▶ Supplied data:
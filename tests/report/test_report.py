"""The client report from a study file: content, self-containment, the PDF's text (read
with pdftotext from poppler-utils) and the HTML in a headless browser (Debian's chromium)."""

from __future__ import annotations

import base64
import json
import re
import shutil
import struct
import subprocess

import pytest

from roomconv.analysis.report import SINGLE_NUMBER_NAMES
from roomconv.safety import caution_text

from .conftest import TIMES, write_study

#: PNG signature, ISO/IEC 15948:2004 (PNG), 5.2 (from memory).
PNG_SIGNATURE = b"\x89PNG\r\n\x1a\n"


def _png_size(data: bytes) -> tuple[int, int]:
    # IHDR is the first chunk: width and height as big-endian 32-bit integers (PNG, 11.2.2,
    # from memory).
    assert data[:8] == PNG_SIGNATURE
    return struct.unpack(">II", data[16:24])


def _words(text: str) -> str:
    return re.sub(r"\s+", " ", text)


def test_report_files_and_numbers(study_run):
    folder, code = study_run
    assert code == 0
    doc = json.loads((folder / "results.json").read_text())
    # T30 of the synthetic decays: mean of 0.80, 0.85, 0.90 s (closed form: the Schroeder
    # curve of an exponential decay is a line of slope −60/T). Within the ISO 3382-1 JND of
    # 5 % (ISO 3382-1:2009, Table A.1, from memory).
    assert doc["average"]["single_numbers"]["t30_mid_s"] == pytest.approx(sum(TIMES) / 3, rel=0.05)
    assert doc["grade"]["name"] == "survey"  # 1 source × 3 receivers (ISO 3382-2 Table 1)
    assert doc["study"]["room"]["name"] == "Harbour Room"
    assert {p["position"] for p in doc["positions"]} == {"S1-R1", "S1-R2", "S1-R3"}
    pdf = (folder / "report" / "report.pdf").read_bytes()
    assert pdf.startswith(b"%PDF-")  # ISO 32000-1:2008, 7.5.2, from memory


def test_html_is_self_contained_and_ends_with_the_limits_not_a_caution(study_run):
    folder, _ = study_run
    page = (folder / "report" / "report.html").read_text()
    # No reference the browser could fetch: only data: URIs for images, no scripts, no links.
    assert not re.search(r"""(src|href)\s*=\s*['"](?!data:)""", page)
    assert "url(" not in page and "@import" not in page and "<script" not in page
    srcs = re.findall(r"src='data:image/png;base64,([^']+)'", page)
    assert len(srcs) >= 6  # T30, EDT, C80/D50, frequency response, plan, positions
    for s in srcs:
        _png_size(base64.b64decode(s))
    # The playback caution belongs to measurement and playback, not to a results document.
    assert caution_text().strip()[:60] not in page
    limits = page.rindex("Limits of these results")
    assert "licensed professional" in page[limits:]
    assert page.rstrip().endswith("</body></html>")


def test_flagged_values_are_visibly_flagged(study_run):
    folder, _ = study_run
    doc = json.loads((folder / "results.json").read_text())
    page = (folder / "report" / "report.html").read_text()
    flagged = [
        (p["position"], r["band_hz"], m)
        for p in doc["positions"]
        for r in p["bands"]
        for m, v in (r.get("verdicts") or {}).items()
        if v == "caution" and r.get(m) is not None
    ]
    assert flagged, "the scenario has flagged values (single-position statistical uncertainty)"
    assert page.count("class='flag'") >= len(flagged)
    assert "⚠" in page


def test_targets_are_compared(study_run):
    folder, _ = study_run
    doc = json.loads((folder / "results.json").read_text())
    page = _words((folder / "report" / "report.html").read_text())
    avg = {r["band_hz"]: r["t30_s"]["mean"] for r in doc["average"]["bands"]}
    # The study's target at 1 kHz: 0.8 s, −10 %/+10 % → 0.72–0.88 s (plain arithmetic).
    assert "0.72–0.88" in page
    m = avg[1000]
    assert f"<td>{m:.2f}</td>" in page


PDFTOTEXT = shutil.which("pdftotext")


@pytest.mark.skipif(
    PDFTOTEXT is None,
    reason="pdftotext (Debian poppler-utils) is not installed; .ci/run installs it where it can",
)
def test_pdf_text_holds_title_room_grade_and_the_json_single_numbers(study_run):
    folder, _ = study_run
    text = _words(
        subprocess.run(
            [PDFTOTEXT, "-layout", str(folder / "report" / "report.pdf"), "-"],
            capture_output=True,
            text=True,
            check=True,
        ).stdout
    )
    doc = json.loads((folder / "results.json").read_text())
    assert "Harbour Room acceptance test" in text
    assert "Harbour Room" in text and "Quayside Arts Trust" in text
    assert "Survey" in text
    n = 0
    for key, value in doc["average"]["single_numbers"].items():
        name, unit, f = SINGLE_NUMBER_NAMES[key]
        want = "not evaluable" if value is None else f"{f.format(value)} {unit}".strip()
        assert f"{name}, mean of 500 Hz and 1 kHz: {want}" in text, key
        n += 1
    assert n >= 7


def test_second_run_refuses_to_clobber_and_leaves_both_files(study_run, cli):
    folder, _ = study_run
    html_before = (folder / "report" / "report.html").read_bytes()
    pdf_before = (folder / "report" / "report.pdf").read_bytes()
    code, _, err = cli(
        "analyze", "--study", folder / "study.toml", "--report", folder / "report", "--quiet"
    )
    assert code == 2 and "exists already" in err and "--force" in err
    assert (folder / "report" / "report.html").read_bytes() == html_before
    assert (folder / "report" / "report.pdf").read_bytes() == pdf_before


def test_irs_and_study_together_are_refused(tmp_path, cli):
    path = write_study(tmp_path)
    code, _, err = cli("analyze", tmp_path / "irs" / "S1R1.wav", "--study", path)
    assert code == 2 and "--study" in err


CHROMIUM = shutil.which("chromium") or shutil.which("chromium-browser")
needs_browser = pytest.mark.skipif(
    CHROMIUM is None,
    reason="no headless browser (Debian chromium); .ci/run installs it where it can",
)

# Observes the page from inside: errors reported to the console or the window, every image
# decoded (complete with a natural width: HTML Living Standard, the img element, from
# memory), and the resources the page fetched (data: URIs are not fetched, so none is
# expected; W3C Resource Timing lists every fetched URL, from memory).
_PROBE = """<script>
window.__errs=[];window.addEventListener('error',e=>__errs.push(String(e.message||
(e.target&&e.target.src)||'error')),true);
const __ce=console.error;console.error=(...a)=>{__errs.push(a.join(' '));__ce(...a)};
window.addEventListener('load',()=>{const imgs=[...document.images];const bad=[];
for(const i of imgs){if(!(i.complete&&i.naturalWidth>0))bad.push(i.alt)}
const res=performance.getEntriesByType('resource').map(r=>r.name);
const p=document.createElement('pre');p.id='probe';
p.textContent=JSON.stringify({images:imgs.length,bad:bad,res:res,errs:__errs});
document.body.appendChild(p);});</script>"""


def _browse(page_path, tmp_path):
    probed = tmp_path / f"probed-{page_path.name}"
    probed.write_text(page_path.read_text().replace("<head>", "<head>" + _PROBE, 1))
    run = subprocess.run(
        [
            CHROMIUM,
            "--headless",
            "--no-sandbox",
            "--disable-gpu",
            "--no-first-run",
            f"--user-data-dir={tmp_path / 'profile'}",
            "--host-resolver-rules=MAP * ~NOTFOUND",
            "--virtual-time-budget=10000",
            "--dump-dom",
            probed.as_uri(),
        ],
        capture_output=True,
        text=True,
        timeout=120,
    )
    m = re.search(r'<pre id="probe">(.*?)</pre>', run.stdout, flags=re.S)
    assert m, run.stderr[-2000:]
    return json.loads(
        m.group(1)
        .replace("&amp;", "&")
        .replace("&lt;", "<")
        .replace("&gt;", ">")
        .replace("&quot;", '"')
    )


@needs_browser
def test_probe_catches_a_broken_image_and_a_network_request(tmp_path):
    # The check must be able to fail: a page with one bad image and one external image.
    bad = tmp_path / "bad.html"
    bad.write_text(
        "<!doctype html><html><head></head><body>"
        "<img alt='broken' src='data:image/png;base64,AAAA'>"
        "<img alt='remote' src='https://example.invalid/x.png'></body></html>"
    )
    r = _browse(bad, tmp_path)
    assert "broken" in r["bad"] and "remote" in r["bad"]
    assert r["res"] == ["https://example.invalid/x.png"]
    assert r["errs"]


@needs_browser
def test_report_in_a_headless_browser(study_run, tmp_path):
    folder, _ = study_run
    r = _browse(folder / "report" / "report.html", tmp_path)
    assert r["images"] >= 6
    assert r["bad"] == [] and r["errs"] == [] and r["res"] == []
    shot = tmp_path / "shot.png"
    subprocess.run(
        [
            CHROMIUM,
            "--headless",
            "--no-sandbox",
            "--disable-gpu",
            f"--user-data-dir={tmp_path / 'profile2'}",
            "--window-size=1280,900",
            "--hide-scrollbars",
            f"--screenshot={shot}",
            (folder / "report" / "report.html").as_uri(),
        ],
        capture_output=True,
        timeout=120,
        check=True,
    )
    assert _png_size(shot.read_bytes()) == (1280, 900)


def test_without_a_pdf_engine_the_report_is_refused_before_any_work(tmp_path, cli, monkeypatch):
    import roomconv.report.pdf as pdf

    monkeypatch.setattr(pdf, "pdf_engine_problem", lambda: "WeasyPrint is not installed")
    path = write_study(tmp_path)
    code, _, err = cli(
        "analyze", "--study", path, "--report", tmp_path / "rep", "--json", tmp_path / "r.json"
    )
    assert code == 2 and "--report" in err and "WeasyPrint" in err
    assert not (tmp_path / "r.json").exists() and not (tmp_path / "rep").exists()


def test_plain_report_of_results_does_not_end_with_the_playback_caution(tmp_path, cli):
    write_study(tmp_path)
    code, _, _ = cli(
        "analyze",
        tmp_path / "irs" / "S1R1.wav",
        tmp_path / "irs" / "S1R2.wav",
        "--report",
        tmp_path / "rep",
        "--quiet",
    )
    assert code == 0
    page = (tmp_path / "rep" / "report.html").read_text()
    assert "Reverberation time T30, mean of 500 Hz and 1 kHz" in page
    assert caution_text().strip()[:60] not in page and page.rstrip().endswith("</html>")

▶ Task brief: Wherever the word "probed" appears in a line of the data, copy that line.

▶ Answer section:
    probed = tmp_path / f"probed-{page_path.name}"
    probed.write_text(page_path.read_text().replace("<head>", "<head>" + _PROBE, 1))
            probed.as_uri(),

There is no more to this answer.